Written on 20:10 by MrPan

Llegó el verano, y con él los días largos y soleados, los despertares tardíos y las tardes de playa y juegos. Me deshice con gusto del traumatizante uniforme marrón de mi colegio militar, con las notas llenas de Progresa Adecuadamente y el viaje a Sevilla anual obligatorio a la vuelta de la esquina. A mis once años, seguía siendo un chico extraño, capaz de jugar con velocidad al fútbol, pero con muchísima más torpeza que el resto del barrio. En un vecindario como el que me vio crecer, no saber jugar al futbol era motivo de marginación general, yo lo sabía y durante un tiempo me esforcé por tener el nivel suficiente para pasar las tardes entretenido con los demás niños del patio. Sin embargo, no me gustaba tener que pasarlo mal y pensar en todos los errores que podría cometer antes incluso de que Albertito bajase el balón cada día. Me aparté de ellos y me refugié en ocasiones dentro de mi propio mundo interior, otros en el grupito de niñas que tampoco lograban satisfacer mis tardes y otros en la compañía de mi viejo amigo Mario, tan o más extraño que yo, tan o más imaginativo. Recorríamos los callejones sorteando las jeringuillas de los yonquis del lugar inventando historias nuevas cada día: dinosaurios, casas del terror, guerras, tiroteos, persecuciones, magia… Mi infancia no fue un camino de flores, muchos que me han conocido de mayor, se sorprenderían al saber lo poco sociable, casi autista que fui antes de cambiar la voz y la estatura. Sin embargo, estoy seguro de que viví historias más apasionantes que aquellos que pateaban un balón cada tarde. Aunque esas aventuras, no las viese nadie más que yo… y se preguntaran por aquel chico raro que caminaba hablando solo buscando la soledad.

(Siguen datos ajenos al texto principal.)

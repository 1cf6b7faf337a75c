/*
 * test_numerics.c - probabilities at the edges of double precision.
 *
 * Risk models multiply many small numbers (a chain of thirty layers that
 * each miss once in ten billion) and take complements of numbers close to
 * 1.  These tests pin the exact probability, the approximations, the
 * importance measures and the targets down to 1e-300 and up to
 * 1 - 1e-16, where a naive 1 - (1 - q) loses every digit.
 *
 * Sources of the expected values (each also named beside its check):
 *   - closed forms: AND = product, OR = 1 - prod(1 - q), k-of-n identical
 *     = sum C(n, j) q^j (1 - q)^(n-j), evaluated here in long double or
 *     exactly (powers of two);
 *   - methods.md §1.4 [D]: q = 1e-17 three times in an OR: the naive
 *     1 - prod(1 - q) gives 0.0, the log1p form 3e-17;
 *   - importance definitions: docs/cli.md ("Definitions the checks hold
 *     you to"); target: required = (goal - a) / B, cli.md.
 */
#include <setjmp.h>
#include <stdarg.h>
#include <stddef.h>
#include <cmocka.h>

#include <float.h>
#include <math.h>
#include <stdio.h>
#include <stdlib.h>
#include <string.h>

#include <gsl/gsl_statistics_double.h>

#include "analysis/mc_engine.h"
#include "layerwise/alloc.h"
#include "layerwise/analysis.h"
#include "layerwise/target.h"
#include "testutil.h"

#define HEAD "<?xml version=\"1.0\" encoding=\"UTF-8\"?>\n" \
             "<safety-model format=\"1\" id=\"edges\">\n"
#define END "</safety-model>\n"

static lw_analysis *analyze(const lw_model *m, size_t hazard)
{
    lw_options o;
    lw_options_init(&o);
    lw_error err = LW_ERROR_INIT;
    lw_analysis *a = NULL;
    lw_status st = lw_analyze(m, LW_NONE, hazard, &o, &a, &err);
    if (st != LW_OK) {
        for (size_t i = 0; i < err.count; i++)
            fprintf(stderr, "%s\n", err.items[i].message);
        lw_error_clear(&err);
        fail_msg("lw_analyze: %s", lw_status_name(st));
    }
    lw_error_clear(&err);
    return a;
}

static const lw_importance *row(const lw_analysis *a, const char *name)
{
    for (size_t i = 0; i < a->nimportance; i++)
        if (!strcmp(a->net->vars[a->importance[i].var].name, name))
            return &a->importance[i];
    fail_msg("no importance row for %s", name);
    return NULL;
}

/* A model whose one hazard is <gate> over n events named x0.. with
 * probability p (all written as p_text). */
static char *chain(const char *gate, int n, const char *p_text)
{
    size_t cap = 256 + (size_t)n * 64;
    char *s = malloc(cap);
    assert_non_null(s);
    size_t o = (size_t)snprintf(s, cap, HEAD "<hazard id=\"h\"><%s>", gate);
    for (int i = 0; i < n; i++)
        o += (size_t)snprintf(s + o, cap - o,
                              "<safeguard id=\"x%d\" p=\"%s\"/>", i, p_text);
    const char *name = strncmp(gate, "vote", 4) ? gate : "vote";
    snprintf(s + o, cap - o, "</%s></hazard>\n" END, name);
    return s;
}

/* ---- 1e-300: thirty layers of 1e-10 ---------------------------------- */

static void test_and_of_thirty(void **state)
{
    (void)state;
    char *xml = chain("all", 30, "1e-10");
    lw_model *m = tu_load(xml);
    free(xml);
    lw_analysis *a = analyze(m, 0);
    /* closed form: the product of the thirty probabilities, in long
     * double, rounded once */
    long double prod = 1;
    for (int i = 0; i < 30; i++)
        prod *= (long double)1e-10;
    double want = (double)prod;
    assert_true(want > 9.99e-301 && want < 1.001e-300);
    assert_close(a->probability, want, 1e-13);
    /* one cut set: rare-event sum and min-cut upper bound equal it; the
     * bound is 1 - (1 - 1e-300), which is 0 unless computed in log space
     * (-expm1(log1p(-q)) = q; closed form) */
    assert_close(a->rare_event, want, 1e-13);
    assert_true(a->mcub_exact);
    assert_close(a->min_cut_upper_bound, want, 1e-13);
    assert_close(a->cut_set_count, 1.0, 0);
    assert_int_equal(a->ncut_sets, 1);
    assert_int_equal(a->cut_sets[0].order, 30);
    assert_close(a->cut_sets[0].probability, want, 1e-13);
    /* closed form: 1 / P */
    assert_close(a->one_in, 1.0 / want, 1e-13);
    /* importance (cli.md): B = product of the other 29 = 1e-290;
     * criticality = B p / P = 1; FV = 1; RAW = 1 / p = 1e10; RRW is
     * undefined (P = 0 without the layer) */
    for (int i = 0; i < 30; i++) {
        char name[8];
        snprintf(name, sizeof name, "x%d", i);
        const lw_importance *r = row(a, name);
        assert_close(r->birnbaum, want / 1e-10, 1e-12);
        assert_close(r->criticality, 1.0, 1e-12);
        assert_close(r->fussell_vesely, 1.0, 1e-12);
        assert_close(r->raw, 1e10, 1e-12);
        assert_false(r->rrw_defined);
        assert_true(r->p_false == 0.0);
    }
    lw_analysis_free(a);

    /* target (cli.md): required = (goal - a) / B with a = 0 and
     * B = 1e-290: a goal of 1e-305 needs 1e-15 from one layer */
    lw_options o;
    lw_options_init(&o);
    lw_error err = LW_ERROR_INIT;
    lw_target *t = NULL;
    assert_int_equal(lw_target_run(m, LW_NONE, 0, 1e-305, &o, &t, &err),
                     LW_OK);
    assert_int_equal(t->nrows, 30);
    for (size_t i = 0; i < t->nrows; i++) {
        assert_true(t->rows[i].reachable);
        assert_true(t->rows[i].has_required);
        assert_close(t->rows[i].required, 1e-305 / (want / 1e-10), 1e-10);
        assert_true(t->rows[i].floor == 0.0);
    }
    lw_target_free(t);
    lw_error_clear(&err);
    lw_model_free(m);
}

/* ---- 1e-17 in an OR: the complement that loses everything -------------- */

static void test_or_of_tiny(void **state)
{
    (void)state;
    char *xml = chain("any", 3, "1e-17");
    lw_model *m = tu_load(xml);
    free(xml);
    lw_analysis *a = analyze(m, 0);
    /* methods.md §1.4 [D]: naive 1 - (1 - 1e-17)^3 = 0.0; correct 3e-17
     * (closed form 3q - 3q^2 + q^3, the q^2 terms below 1e-33) */
    double naive = 1.0 - (1.0 - 1e-17) * (1.0 - 1e-17) * (1.0 - 1e-17);
    assert_true(naive == 0.0);     /* the trap the code must avoid */
    assert_close(a->probability, 3e-17, 1e-14);
    assert_close(a->rare_event, 3e-17, 1e-14);
    assert_true(a->mcub_exact);
    assert_close(a->min_cut_upper_bound, 3e-17, 1e-14);
    /* importance: B = (1 - q)^2 = 1 - 2e-17, which is 1.0 in double
     * (closed form); RAW = 1 / P; RRW = P / (2q - q^2) = 1.5 */
    const lw_importance *r = row(a, "x1");
    assert_close(r->birnbaum, 1.0, 1e-15);
    assert_close(r->raw, 1.0 / 3e-17, 1e-14);
    assert_true(r->rrw_defined);
    assert_close(r->rrw, 1.5, 1e-14);
    assert_close(r->fussell_vesely, 1.0 / 3.0, 1e-14);
    assert_close(r->criticality, 1.0 / 3.0, 1e-14);
    lw_analysis_free(a);
    lw_model_free(m);
}

/* Ten disjoint pairs at 1e-10 x 1e-10: every cut set 1e-20.
 * closed form: MCUB = 1 - (1 - 1e-20)^10 = 1e-19 (to 1e-20 relative),
 * equal to the exact value since the sets share no event. */
static void test_upper_bound_tiny(void **state)
{
    (void)state;
    char xml[4096];
    size_t o = (size_t)snprintf(xml, sizeof xml, HEAD "<hazard id=\"h\"><any>");
    for (int i = 0; i < 10; i++)
        o += (size_t)snprintf(xml + o, sizeof xml - o,
                              "<all><error id=\"e%d\" p=\"1e-10\"/>"
                              "<safeguard id=\"s%d\" p=\"1e-10\"/></all>", i,
                              i);
    snprintf(xml + o, sizeof xml - o, "</any></hazard>\n" END);
    lw_model *m = tu_load(xml);
    lw_analysis *a = analyze(m, 0);
    assert_close(a->probability, 1e-19, 1e-13);
    assert_close(a->rare_event, 1e-19, 1e-13);
    assert_true(a->mcub_exact);
    assert_close(a->min_cut_upper_bound, 1e-19, 1e-13);
    assert_close(a->cut_set_count, 10.0, 0);
    for (size_t i = 0; i < a->ncut_sets; i++) {
        assert_close(a->cut_sets[i].probability, 1e-20, 1e-13);
        assert_close(a->cut_sets[i].share, 0.1, 1e-12);
    }
    /* importance of e3: B = P(s3) * P(no other pair) = 1e-10 (1 - 9e-20)
     * = 1e-10 in double; FV = 1/10; RRW = P / (P - 1e-20) = 10/9 */
    const lw_importance *r = row(a, "e3");
    assert_close(r->birnbaum, 1e-10, 1e-13);
    assert_close(r->fussell_vesely, 0.1, 1e-12);
    assert_true(r->rrw_defined);
    assert_close(r->rrw, 10.0 / 9.0, 1e-12);
    lw_analysis_free(a);
    lw_model_free(m);
}

/* ---- 1 - 1e-16: a layer that nearly always misses ------------------------ */

static void test_near_one(void **state)
{
    (void)state;
    /* "1 - 1e-16" written out: it reads as the double just below 1,
     * 1 - 2^-53 (closed form) */
    lw_model *m = tu_load(HEAD
        "<hazard id=\"or\"><any>"
        "<safeguard id=\"a\" p=\"0.9999999999999999\"/>"
        "<error id=\"b\" p=\"1e-3\"/></any></hazard>\n"
        "<hazard id=\"and\"><all>"
        "<ref to=\"a\"/><error id=\"c\" p=\"1e-3\"/></all></hazard>\n"
        END);
    const double pa = 1.0 - 0x1p-53;
    assert_true(m->nodes[lw_model_find_node(m, "a")].dist.p == pa);

    /* OR: closed form P = 1 - (1 - pa)(1 - pb) = 1 - 2^-53 * 0.999 */
    lw_analysis *a = analyze(m, 0);
    long double want = 1.0L - (long double)0x1p-53 * 0.999L;
    assert_close(a->probability, (double)want, 1e-16);
    assert_true(a->probability < 1.0);
    /* B_b = P(b true) - P(b false) = 1 - pa = 2^-53 exactly (Sterbenz:
     * the subtraction is exact); a naive 1 - p of a rounded P would not
     * be */
    const lw_importance *rb = row(a, "b");
    assert_true(rb->p_true == 1.0);
    assert_true(rb->p_false == pa);
    assert_true(rb->birnbaum == 0x1p-53);
    /* RRW of a = P / P(a false) = P / 1e-3 (closed form) */
    const lw_importance *ra = row(a, "a");
    assert_true(ra->rrw_defined);
    assert_close(ra->rrw, (double)(want / 1e-3L), 1e-15);
    /* B_a = 1 - 1e-3 = 0.999 (closed form) */
    assert_close(ra->birnbaum, 0.999, 1e-15);
    /* MCUB = 1 - (1 - pa)(1 - 1e-3): the same as P (disjoint sets) */
    assert_close(a->min_cut_upper_bound, (double)want, 1e-15);
    lw_analysis_free(a);

    /* AND: P = pa * 1e-3 (closed form); RAW of a = 1 / pa; RRW undefined */
    a = analyze(m, 1);
    assert_close(a->probability, pa * 1e-3, 1e-15);
    const lw_importance *r = row(a, "a");
    assert_close(r->raw, 1.0 / pa, 1e-15);
    assert_true(r->raw > 1.0);
    assert_false(r->rrw_defined);
    lw_analysis_free(a);
    lw_model_free(m);
}

/* ---- the smallest doubles ---------------------------------------------- */

static void test_denormal(void **state)
{
    (void)state;
    /* 4.9e-324 reads as the smallest subnormal, 2^-1074 (closed form);
     * P(e AND s) with s = 1 is that value, and the OR with 1e-300 is
     * 1e-300 + 2^-1074 = 1e-300 in double */
    lw_model *m = tu_load(HEAD
        "<hazard id=\"tiny\"><all><error id=\"e\" p=\"4.9e-324\"/>"
        "<safeguard id=\"s\" p=\"1\"/></all></hazard>\n"
        "<hazard id=\"or\"><any><ref to=\"e\"/>"
        "<error id=\"f\" p=\"1e-300\"/></any></hazard>\n"
        END);
    lw_analysis *a = analyze(m, 0);
    assert_true(a->probability == 0x1p-1074);
    assert_true(a->rare_event == 0x1p-1074);
    assert_true(a->min_cut_upper_bound == 0x1p-1074);
    lw_analysis_free(a);
    a = analyze(m, 1);
    assert_close(a->probability, 1e-300, 1e-15);
    /* share of {e}: 2^-1074 / 1e-300 (closed form), a subnormal ratio */
    for (size_t i = 0; i < a->ncut_sets; i++)
        if (a->cut_sets[i].probability < 1e-310)
            assert_close(a->cut_sets[i].share, 0x1p-1074 / 1e-300, 1e-6);
    lw_analysis_free(a);
    lw_model_free(m);

    /* two subnormal cut sets (the fuzzer's case): listed most likely
     * first, 1e-320 before 2^-1074 (the 40-bit comparison of the search
     * cleared both to zero and listed them the other way round) */
    m = tu_load(HEAD
        "<hazard id=\"or\"><any><error id=\"e\" p=\"4.9e-324\"/>"
        "<error id=\"f\" p=\"1e-320\"/></any></hazard>\n"
        END);
    a = analyze(m, 0);
    assert_int_equal(a->ncut_sets, 2);
    assert_true(a->cut_sets[0].probability > a->cut_sets[1].probability);
    assert_true(a->cut_sets[1].probability == 0x1p-1074);
    lw_analysis_free(a);
    lw_model_free(m);
}

/* 2-of-3 at 1e-100: closed form 3q^2(1 - q) + q^3 = 3e-200 - 2e-300,
 * which is 3e-200 in double */
static void test_vote_tiny(void **state)
{
    (void)state;
    char *xml = chain("vote k=\"2\"", 3, "1e-100");
    lw_model *m = tu_load(xml);
    free(xml);
    lw_analysis *a = analyze(m, 0);
    assert_close(a->probability, 3e-200, 1e-14);
    assert_close(a->rare_event, 3e-200, 1e-14);
    assert_close(a->min_cut_upper_bound, 3e-200, 1e-14);
    /* B = 2q(1 - q) = 2e-100; RAW = 2e-100 / 3e-200 (closed form) */
    const lw_importance *r = row(a, "x0");
    assert_close(r->birnbaum, 2e-100, 1e-14);
    assert_close(r->raw, 2e-100 / 3e-200, 1e-13);
    assert_close(r->rrw, 3.0, 1e-13);
    lw_analysis_free(a);
    lw_model_free(m);
}

/* Thirty layers of 1 - 1e-16 in an AND: closed form pa^30 = 1 - 30 *
 * 2^-53 + ...; the value must not round to 1. */
static void test_and_near_one(void **state)
{
    (void)state;
    char *xml = chain("all", 30, "0.9999999999999999");
    lw_model *m = tu_load(xml);
    free(xml);
    lw_analysis *a = analyze(m, 0);
    long double pa = 1.0L - (long double)0x1p-53;
    long double want = powl(pa, 30);
    assert_close(a->probability, (double)want, 1e-15);
    assert_true(a->probability < 1.0);
    /* how far below 1: 30 * 2^-53 to within 2 ulps of 1 */
    assert_true(fabs((1.0 - a->probability) - 30 * 0x1p-53) <= 2 * 0x1p-53);
    lw_analysis_free(a);
    lw_model_free(m);
}

/* Monte Carlo percentiles: GSL's definition (reference library: within
 * 2 units in the last place of gsl_stats_quantile_from_sorted_data on
 * random data), never outside the samples they lie between, so the 5th
 * percentile never exceeds the median, even when every sample is the same
 * subnormal number (a case the model fuzzer found with GSL's formula). */
static void test_quantiles_ordered(void **state)
{
    (void)state;
    double same[1000];
    for (int i = 0; i < 1000; i++)
        same[i] = 3.5e-310;
    for (double f = 0.0; f <= 1.0; f += 0.01)
        assert_true(lw_mc_quantile(same, 1000, f) == 3.5e-310);
    uint64_t rng = 7;
    double x[777];
    for (int trial = 0; trial < 200; trial++) {
        size_t n = 1 + tu_rand(&rng) % 777;
        for (size_t i = 0; i < n; i++)
            x[i] = trial % 2 ? tu_uniform(&rng) * 1e-300
                             : (double)(tu_rand(&rng) % 5);
        double *s = lw_mc_sorted(x, n);
        assert_non_null(s);
        double last = -1;
        for (double f = 0.0; f <= 1.0; f += 0.05) {
            double q = lw_mc_quantile(s, n, f);
            double g = gsl_stats_quantile_from_sorted_data(s, 1, n, f);
            assert_true(q >= last);
            assert_true(fabs(q - g) <= 2 * DBL_EPSILON * fabs(g) + 1e-320);
            last = q;
        }
        lw_free(s);
    }
}

int main(void)
{
    const struct CMUnitTest tests[] = {
        cmocka_unit_test(test_and_of_thirty),
        cmocka_unit_test(test_or_of_tiny),
        cmocka_unit_test(test_upper_bound_tiny),
        cmocka_unit_test(test_near_one),
        cmocka_unit_test(test_denormal),
        cmocka_unit_test(test_vote_tiny),
        cmocka_unit_test(test_and_near_one),
        cmocka_unit_test(test_quantiles_ordered),
    };
    return cmocka_run_group_tests(tests, NULL, NULL);
}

Le pregunté a mi madre días antes de la salida del avión por la videocámara. Disimulando las ganas de poseerla. Me dijo que tenía que ir a buscarla a casa de mi tío. Hay una característica de mi personalidad a la que suelo sacarle bastante partido, la paciencia. Aprendí demasiado pronto que la ansiedad normalmente terminaba en decepción y supe tomar medidas tempranas.
Llegó al final la cámara. Al igual que el verano, los despertares tardíos y las tardes de playa.

Aquel verano no fue diferente a cualquier otro. La cámara no era un juego de niños, decían. Aún así, de vez en cuando la cogía y grababa típicos planos familiares. Sabía que necesitaba enseñar algún síntoma claro de responsabilidad para que mis padres fuesen más permisivos con el tema. Desgraciadamente aquel trabajo que hoy comparo con las odiadas comuniones y bodas, no me motivaba en lo más mínimo, así que pronto sustituí el trabajo de grabación por los niños del pueblo con los que podía jugar en plena calle hasta altas horas de la madrugada. Para mí, aquello era lo mejor del pueblo: mi barrio no era un buen lugar para un niño cuando se ponía el sol. Sin embargo en Lebrija, todo parecía estar permitido. Me sentía especial, con amigos que me esperaban durante todo un año y que me avasallaban a preguntas sobre mi isla, como si en invierno la gente iba a la playa, cómo eran mis amigos, mi colegio… tenía la sensación que la mitad pensaban que aquello era Miami y la otra mitad Marrakech. Aún así, mi sociabilidad se desarrollaba de una manera notable en la península, pasaba de ser un niño raro a un niño especial… y eso evidentemente me gustaba.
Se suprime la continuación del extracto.